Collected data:
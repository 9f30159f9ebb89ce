/**
 * An immutable simple undirected graph in compressed adjacency form: the neighbours of vertex v are
 * targets[offsets[v] .. offsets[v + 1]), sorted ascending. Vertices are 0 .. n - 1.
 */
export class Graph {
  readonly vertexCount: number;
  readonly edgeCount: number;
  readonly offsets: Uint32Array;
  readonly targets: Uint32Array;

  constructor(offsets: Uint32Array, targets: Uint32Array) {
    if (offsets.length < 1 || offsets[offsets.length - 1] !== targets.length) {
      throw new RangeError('offsets must end at the number of adjacency entries');
    }
    this.vertexCount = offsets.length - 1;
    this.edgeCount = targets.length / 2;
    this.offsets = offsets;
    this.targets = targets;
  }

  degree(v: number): number {
    return this.offsets[v + 1]! - this.offsets[v]!;
  }

  /** A view (no copy) of v's sorted neighbours. */
  neighbours(v: number): Uint32Array {
    return this.targets.subarray(this.offsets[v], this.offsets[v + 1]);
  }
}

*Exercise description*
The whole block of data above should be printed again verbatim.

*Exercise solution*
repository 9f30159f9ebb89ce
/**
 * An immutable simple undirected graph in compressed adjacency form: the neighbours of vertex v are
 * targets[offsets[v] .. offsets[v + 1]), sorted ascending. Vertices are 0 .. n - 1.
 */
export class Graph {
  readonly vertexCount: number;
  readonly edgeCount: number;
  readonly offsets: Uint32Array;
  readonly targets: Uint32Array;

  constructor(offsets: Uint32Array, targets: Uint32Array) {
    if (offsets.length < 1 || offsets[offsets.length - 1] !== targets.length) {
      throw new RangeError('offsets must end at the number of adjacency entries');
    }
    this.vertexCount = offsets.length - 1;
    this.edgeCount = targets.length / 2;
    this.offsets = offsets;
    this.targets = targets;
  }

  degree(v: number): number {
    return this.offsets[v + 1]! - this.offsets[v]!;
  }

  /** A view (no copy) of v's sorted neighbours. */
  neighbours(v: number): Uint32Array {
    return this.targets.subarray(this.offsets[v], this.offsets[v + 1]);
  }
}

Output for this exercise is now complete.